Why objects at 0x0000? Avoids consuming a tag slot. Frees three tag slots (0xFFFD, 0xFFFE, 0xFFFF) for domain types.
Why biased doubles? The bias of 0x0001 keeps the entire 0x0000 space for objects. A single add/subtract is cheaper than bit manipulation for float boxing. NaN normalization means NaN lives in double space with no special sentinel needed.
Why separate tags for duration and decimal? A 3-bit numeric subtype was considered but rejected — it costs 1 bit across all subtypes. Quantity sig would drop from 31 to 30 bits (±536M), which barely fits the speed of light (299,792,458). Duration gets its own tag (0xFFFF) instead.

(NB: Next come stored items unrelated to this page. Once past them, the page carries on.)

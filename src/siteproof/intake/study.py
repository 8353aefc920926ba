"""Study intake: a pooled multi-site trial (CSV or Parquet) plus the roles of its columns → :class:`Study`.

The study description says which column is the outcome, the treatment, the site, and optionally the unit
id, the per-unit cost of treating and a randomization stratum within site; every other column is a
covariate unless listed otherwise.  Intake

* reads the table (UTF-8 unless told otherwise) and checks every named column;
* turns the treatment into 0/1 (0/1 and true/false are inferred, anything else needs the treated value);
* excludes units with a missing outcome or treatment, and counts them;
* encodes covariates: numeric columns are kept with median imputation and a ``<col>:missing`` indicator;
  text/boolean columns are one-hot encoded against their most frequent level, with a ``<col>:missing``
  indicator for missing values; constant feature columns are dropped;
* screens covariates for leaks of the site (a column whose every value occurs in one site only) and for
  undeclared identifiers (text columns with (nearly) all values different);
* attaches the known assignment probability of every unit: the declared rate of its site (or site ×
  stratum cell) or, when none is declared, the realized treated share of the cell — and tests the realized
  treated count against each declared rate with an exact binomial test.

The result keeps the site away from the blind analysis by construction: :class:`BlindData` has no site
field and its fingerprint does not depend on the site column.  Every user mistake raises
``SiteproofError(what, fix)``; every warning is issued once as a ``SiteproofWarning`` and recorded in
``Study.warnings``.
"""

from __future__ import annotations

import codecs
import csv
import difflib
import hashlib
import math
import sys
from dataclasses import asdict, dataclass, field, fields
from fractions import Fraction
from pathlib import Path
from typing import Any, Iterable, Mapping

import numpy as np
import pandas as pd
from pandas.api import types as ptypes

from .sitetrials import MIN_PER_ARM, natural_key, rate_test, site_order
from ..core.errors import SiteproofError, warn

if sys.version_info >= (3, 11):
    import tomllib
else:  # pragma: no cover - Python 3.10
    import tomli as tomllib
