from ..core.errors import SiteproofError, warn
from ..core.estimates import Estimate
from ..core.results import ResultsMixin
from ..intake.readers import read_table
from ..intake.roles import check_sample, treated_label, usable_rows
from ..intake.sitetrials import MIN_PER_ARM, DesignATE, design_ate, difference_in_means, naive_ate
from ..intake.spec import StudySpec
from ..intake.values import closest, examples, numeric_column, text_labels
from .confoundcells import (
    CellPlan, check_cell_count, covariate_cells, encoded_covariates, rule_cells, score_cells,
)

DEFAULT_STRENGTH = 1.0
DEFAULT_CELLS = 4
MIN_KEPT = 20
SAME_SHARE_TOLERANCE = 1e-9
TRIAL_CELL_COLUMNS = ("n_trial", "n_treated_trial", "n_control_trial", "dim_trial", "var_trial",
                      "var_treated_trial", "var_control_trial")


# ----------------------------------------------------------------------------------------------------------
# the trial
# ----------------------------------------------------------------------------------------------------------
@dataclass(frozen=True, eq=False)
class Trial:
    """The usable units of the randomized trial: rows (original columns), outcome y, arm w (0/1)."""

    frame: pd.DataFrame
    y: np.ndarray
    w: np.ndarray
    outcome: str
    treatment: str
    treated_value: str
    covariates: tuple[str, ...]
    source: str
    n_excluded: dict[str, int]


def _need(frame: pd.DataFrame, name: str, flag: str) -> None:
    if name not in frame.columns:
        raise SiteproofError(f"'{name}' (from {flag}) is not a column of the data{closest(name, frame.columns)}",
                             f"name one of its columns: {examples(frame.columns, 12)}")


def read_trial(data: Path | str | pd.DataFrame, outcome: str, treatment: str, covariates: Sequence[str] | None = None,
               treated_value: str | None = None, encoding: str | None = None) -> Trial:
    """Read the trial with the intake readers; units missing the outcome or the treatment are left out.

    The treated arm and the sample checks are those of study intake (a trial has no site: the spec built for
    them names the treatment in the site's place, and only its outcome, treatment and treated value are read).
    """
    spec = StudySpec(data=data, outcome=outcome, treatment=treatment, site=treatment,
                     treated_value=None if treated_value is None else str(treated_value))
    frame = read_table(data, encoding)
    _need(frame, outcome, "--outcome")
    _need(frame, treatment, "--treatment")
    if outcome == treatment:
        raise SiteproofError(f"column '{outcome}' is named both as outcome and as treatment",
                             "give --treatment the column that records the arm")
    names = [c for c in frame.columns if c not in (outcome, treatment)] if covariates is None else list(covariates)
    for name in names:
        _need(frame, name, "--covariates")
        if name in (outcome, treatment):
            raise SiteproofError(f"covariate '{name}' is the outcome or the treatment", f"remove '{name}' from --covariates")
    labels = text_labels(frame[treatment])
    treated = treated_label(spec, labels)
    y_all = numeric_column(frame[outcome], outcome, "outcome", "--outcome")
    keep, n_excluded = usable_rows(y_all, labels)
    y = y_all[keep]
    w = (labels[keep] == treated).astype(np.int8)
    check_sample(y, w, spec, n_excluded)
    source = spec.source
    return Trial(frame.loc[keep].reset_index(drop=True), y, w, outcome, treatment, treated,
                 tuple(dict.fromkeys(names)), source, n_excluded)
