def test_absent_parts_say_not_run_and_draw_nothing():
    claims, card = run_copy()
    card["transport"] = None
    card["heterogeneity"] = None
    claims["data"]["has_cost"] = False
    card["rules"] = []
    doc = report.build_document(claims, card)
    html_text = doc.html()
    assert "Not run (transport is optional" in _section(html_text, "transport")
    assert "Meta-analysis not run" in _section(html_text, "sites")
    assert "Not run: the study has no cost column." in _section(html_text, "heterogeneity")
    assert "Not run: scorecard.json holds no &#x27;rules&#x27; entries." in _section(html_text, "rules")
    names = {f.name for f in doc.figures}
    assert "heterogeneity-cost" not in names and "rules-value" not in names
    forest = next(f for f in doc.figures if f.name == "sites-forest").svg
    assert "random-effects mean" not in forest and "prediction interval" not in forest


def test_optional_inputs_are_drawn_when_present():
    """ê histogram counts in the claims and design-based TOC/cost curves in the scorecard are drawn when given."""
    claims, card = run_copy()
    edges = np.linspace(0, 1, 21)
    e, w = small_run().units["e_raw"].to_numpy(), small_run().w
    claims["overlap"]["histogram"] = {"edges": edges.tolist(),
                                      "treated": np.histogram(e[w == 1], edges)[0].tolist(),
                                      "control": np.histogram(e[w == 0], edges)[0].tolist()}
    for row in card["cate"]:
        claimed = next(c for c in claims["cate"] if c["model"] == row["model"])
        row["autoc"]["curve"] = {"q": claimed["autoc"]["q"], "design": claimed["autoc"]["curve"]}
        row["cost_curve"] = {"x": claimed["cost_curve"]["x"],
                             "design": {"gain": claimed["cost_curve"]["gain"], "se": claimed["cost_curve"]["se"]}}
    doc = report.build_document(claims, card)
    names = {f.name for f in doc.figures}
    assert "overlap-histogram" in names and "overlap-quantiles" not in names
    toc = next(f for f in doc.figures if f.name == "heterogeneity-toc").svg
    assert "design-based (95 % band)" in toc
    assert "design-based TOC curves are not in this scorecard" not in doc.html()


def test_transport_section_lists_every_held_out_site():
    claims, card = run_copy()
    est = {"estimate": 0.2, "se": 0.1, "ci": [0.004, 0.396], "estimand": "AUTOC"}
    gain = {"treated_share": 0.5, "n": 500, "value": est, "gain": est}
    card["transport"] = {
        "method": "leave one site out", "min_site_units": 50, "n_boot": 50, "seed": 3, "workers": 1,
        "sites": [{"site": s["site"], "n": s["n"], "n_train": 1500 - s["n"], "known_rate": s["rate_declared"],
                   "autoc": {"r": est, "dr": est}, "autoc_in_sample": {"r": est, "dr": est},
                   "autoc_transported_minus_in_sample": {"r": est, "dr": est},
                   "rules": {"r.threshold": gain, "tree": gain}, "seconds": 1.0} for s in card["sites"]],
        "skipped": [],
    }
    section = sections_rules.transport_section(RunView(claims, card))
    md = section.markdown(7)
    for s in card["sites"]:
        assert f"| {s['site']} | r | {s['n']} | {1500 - s['n']} |" in md
    assert section.reading[0].startswith(f"{len(card['sites'])} sites were held out")
    assert f"{2 * len(card['sites'])} of {2 * len(card['sites'])} transported rankings" in section.reading[0]


def test_report_from_folder_rewrites_the_same_report(written, tmp_path):
    out, _, claims, card = written
    write_claims(Claims.from_dict(claims, small_run().units), tmp_path)
    atomic_write_json(tmp_path / "scorecard.json", card)
    paths = report.report_from_folder(tmp_path)
    assert paths["html"].read_bytes() == (out / "report.html").read_bytes()  # same inputs, same bytes
    assert paths["markdown"].read_bytes() == (out / "report.md").read_bytes()
    for svg in (out / "figures").glob("*.svg"):
        assert (tmp_path / "figures" / svg.name).read_bytes() == svg.read_bytes()


def test_pipeline_objects_give_the_same_report_as_the_files(written):
    """write_report receives the in-memory dicts (numpy scalars, NaN) from the pipeline and the JSON-read ones
    from `siteproof report`: both give the same document."""
    out, _, _, _ = written
    run = small_run()
    doc = report.build_document(copy.deepcopy(run.raw_claims), copy.deepcopy(run.raw_card))
    assert doc.html() == (out / "report.html").read_text(encoding="utf-8")


def test_report_from_folder_errors_say_how_to_fix(tmp_path, written):
    _, _, claims, card = written
    with pytest.raises(SiteproofError, match="siteproof blind"):
        report.report_from_folder(tmp_path)
    with pytest.raises(SiteproofError, match="not a folder"):
        report.report_from_folder(tmp_path / "missing")
    write_claims(Claims.from_dict(claims, small_run().units), tmp_path)
    with pytest.raises(SiteproofError, match="unmask"):
        report.report_from_folder(tmp_path)
    other = dict(card, study=dict(card["study"], fingerprint="0" * 64))
    atomic_write_json(tmp_path / "scorecard.json", other)
    with pytest.raises(SiteproofError, match="different data"):
        report.report_from_folder(tmp_path)
    (tmp_path / "scorecard.json").write_text("{not json", encoding="utf-8")
    with pytest.raises(SiteproofError, match="cannot read"):
        report.report_from_folder(tmp_path)


def test_number_formatting():
    assert formatting.effect_decimals(0.314) == 3 and formatting.effect_decimals(2.0) == 2 and formatting.effect_decimals(15.0) == 1
    assert formatting.fmt(None) == "—" and formatting.fmt(float("nan")) == "—" and formatting.fmt(1.23456, 2) == "1.23"
    assert formatting.fmt_p(0.0004) == "<0.001" and formatting.fmt_p(0.0421) == "0.042"
    assert formatting.fmt_ci([0.1, None]) == "—" and formatting.fmt_ci([-0.5, 0.25], 2) == "[-0.50, 0.25]"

Why two duration modes? Nanosecond mode captures fractional microseconds for timing workloads. Calendar mode with months keeps months separate from absolute time because a "month" has no fixed duration. Mode 0 covers benchmarks and CPU timing (±19.5 hours). Mode 1 covers human-scale durations (±1,365 years plus up to 49.7 days of milliseconds).
Why heap overflow? The NaN-box is a fast path. Values exceeding inline capacity (e.g., $999,999,999,999.99, compound units like m/s², durations mixing months with nanoseconds) promote transparently to heap objects. All arithmetic dispatches through both paths.
Why 16-byte alignment for heap objects? Gives 4 bits for sub-tags in the low nibble. 15 sub-tags is sufficient for all common heap types. Alignment is achieved by using calloc which on most platforms returns 16-byte-aligned memory (or using aligned_alloc).
Why Symbol as bit 0? Shares the 0xFFF9 tag with strings. No separate tag slot consumed. One bit test distinguishes string from symbol.
Why Char at 0xFFFC with codepoint at LSB? v & 0x7F extracts ASCII characters directly. The is_ascii flag confirms validity. Most character operations in lexers hit ASCII — this makes the hot path cheapest.
Why Percentage is unit_id 0xFF? Percentage is semantically a quantity (7.65% = a measurement). Using a sentinel unit_id avoids a separate type while keeping the percentage identity for display (% suffix instead of unit name).